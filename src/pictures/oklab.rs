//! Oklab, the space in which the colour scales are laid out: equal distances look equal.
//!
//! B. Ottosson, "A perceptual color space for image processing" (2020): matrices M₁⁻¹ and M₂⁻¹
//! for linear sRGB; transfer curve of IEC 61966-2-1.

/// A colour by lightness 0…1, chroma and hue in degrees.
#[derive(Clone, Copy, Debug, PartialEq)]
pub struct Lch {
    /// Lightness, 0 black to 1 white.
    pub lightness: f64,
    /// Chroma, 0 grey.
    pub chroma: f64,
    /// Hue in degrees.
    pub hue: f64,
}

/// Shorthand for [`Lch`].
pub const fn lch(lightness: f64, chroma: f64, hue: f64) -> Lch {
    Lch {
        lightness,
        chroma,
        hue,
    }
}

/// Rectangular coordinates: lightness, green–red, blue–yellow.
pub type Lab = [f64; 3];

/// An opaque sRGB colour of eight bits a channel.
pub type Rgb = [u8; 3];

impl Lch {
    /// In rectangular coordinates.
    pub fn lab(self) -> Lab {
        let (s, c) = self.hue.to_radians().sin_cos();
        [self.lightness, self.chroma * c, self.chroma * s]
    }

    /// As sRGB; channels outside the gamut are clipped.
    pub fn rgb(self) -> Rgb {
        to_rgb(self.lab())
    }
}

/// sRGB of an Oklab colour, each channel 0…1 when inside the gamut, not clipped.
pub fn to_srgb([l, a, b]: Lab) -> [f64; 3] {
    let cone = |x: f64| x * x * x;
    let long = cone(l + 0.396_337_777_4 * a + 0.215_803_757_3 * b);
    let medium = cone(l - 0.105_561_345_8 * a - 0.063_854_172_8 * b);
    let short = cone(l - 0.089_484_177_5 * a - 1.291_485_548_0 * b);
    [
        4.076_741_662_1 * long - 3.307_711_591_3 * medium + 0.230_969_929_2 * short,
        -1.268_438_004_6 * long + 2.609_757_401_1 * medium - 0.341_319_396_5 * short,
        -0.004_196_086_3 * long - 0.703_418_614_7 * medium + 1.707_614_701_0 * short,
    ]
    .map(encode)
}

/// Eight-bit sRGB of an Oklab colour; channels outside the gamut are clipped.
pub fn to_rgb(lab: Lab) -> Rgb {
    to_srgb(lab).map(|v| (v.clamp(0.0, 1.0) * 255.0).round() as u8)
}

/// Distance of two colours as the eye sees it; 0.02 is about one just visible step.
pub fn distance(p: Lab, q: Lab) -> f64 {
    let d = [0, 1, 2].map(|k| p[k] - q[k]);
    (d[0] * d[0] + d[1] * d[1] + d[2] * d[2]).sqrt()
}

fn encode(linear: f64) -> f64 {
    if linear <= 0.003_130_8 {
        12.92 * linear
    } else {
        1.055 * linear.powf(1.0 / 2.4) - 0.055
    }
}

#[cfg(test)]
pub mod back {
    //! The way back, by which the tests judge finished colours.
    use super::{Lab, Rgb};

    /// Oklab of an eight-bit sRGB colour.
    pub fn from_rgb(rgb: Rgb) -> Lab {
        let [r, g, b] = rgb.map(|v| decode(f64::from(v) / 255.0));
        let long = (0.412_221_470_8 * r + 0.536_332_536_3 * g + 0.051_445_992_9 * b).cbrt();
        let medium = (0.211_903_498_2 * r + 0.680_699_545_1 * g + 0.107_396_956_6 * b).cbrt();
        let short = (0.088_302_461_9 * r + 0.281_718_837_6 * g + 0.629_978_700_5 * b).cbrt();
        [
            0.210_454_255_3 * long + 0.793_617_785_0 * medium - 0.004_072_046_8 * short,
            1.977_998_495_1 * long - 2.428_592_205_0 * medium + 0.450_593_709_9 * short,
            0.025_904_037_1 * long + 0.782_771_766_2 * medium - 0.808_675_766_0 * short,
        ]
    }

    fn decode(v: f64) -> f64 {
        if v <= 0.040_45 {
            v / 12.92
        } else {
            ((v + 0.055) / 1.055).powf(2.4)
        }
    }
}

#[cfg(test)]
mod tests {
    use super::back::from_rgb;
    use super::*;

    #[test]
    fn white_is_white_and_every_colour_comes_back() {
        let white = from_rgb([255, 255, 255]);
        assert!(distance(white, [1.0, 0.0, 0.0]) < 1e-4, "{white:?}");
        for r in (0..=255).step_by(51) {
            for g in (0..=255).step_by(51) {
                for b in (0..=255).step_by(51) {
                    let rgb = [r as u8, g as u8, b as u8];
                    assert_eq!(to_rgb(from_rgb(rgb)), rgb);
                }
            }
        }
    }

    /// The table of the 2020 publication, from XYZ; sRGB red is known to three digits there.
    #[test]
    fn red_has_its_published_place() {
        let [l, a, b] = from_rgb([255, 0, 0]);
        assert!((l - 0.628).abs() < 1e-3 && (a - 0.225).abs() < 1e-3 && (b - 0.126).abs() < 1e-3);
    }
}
^^^^^^^^
Try it :: Word for word, restate the listing above from its first line to the line with "to_rgb(self.lab())", keeping both.

Worked solution ::
filename src/pictures/oklab.rs
//! Oklab, the space in which the colour scales are laid out: equal distances look equal.
//!
//! B. Ottosson, "A perceptual color space for image processing" (2020): matrices M₁⁻¹ and M₂⁻¹
//! for linear sRGB; transfer curve of IEC 61966-2-1.

/// A colour by lightness 0…1, chroma and hue in degrees.
#[derive(Clone, Copy, Debug, PartialEq)]
pub struct Lch {
    /// Lightness, 0 black to 1 white.
    pub lightness: f64,
    /// Chroma, 0 grey.
    pub chroma: f64,
    /// Hue in degrees.
    pub hue: f64,
}

/// Shorthand for [`Lch`].
pub const fn lch(lightness: f64, chroma: f64, hue: f64) -> Lch {
    Lch {
        lightness,
        chroma,
        hue,
    }
}

/// Rectangular coordinates: lightness, green–red, blue–yellow.
pub type Lab = [f64; 3];

/// An opaque sRGB colour of eight bits a channel.
pub type Rgb = [u8; 3];

impl Lch {
    /// In rectangular coordinates.
    pub fn lab(self) -> Lab {
        let (s, c) = self.hue.to_radians().sin_cos();
        [self.lightness, self.chroma * c, self.chroma * s]
    }

    /// As sRGB; channels outside the gamut are clipped.
    pub fn rgb(self) -> Rgb {
        to_rgb(self.lab())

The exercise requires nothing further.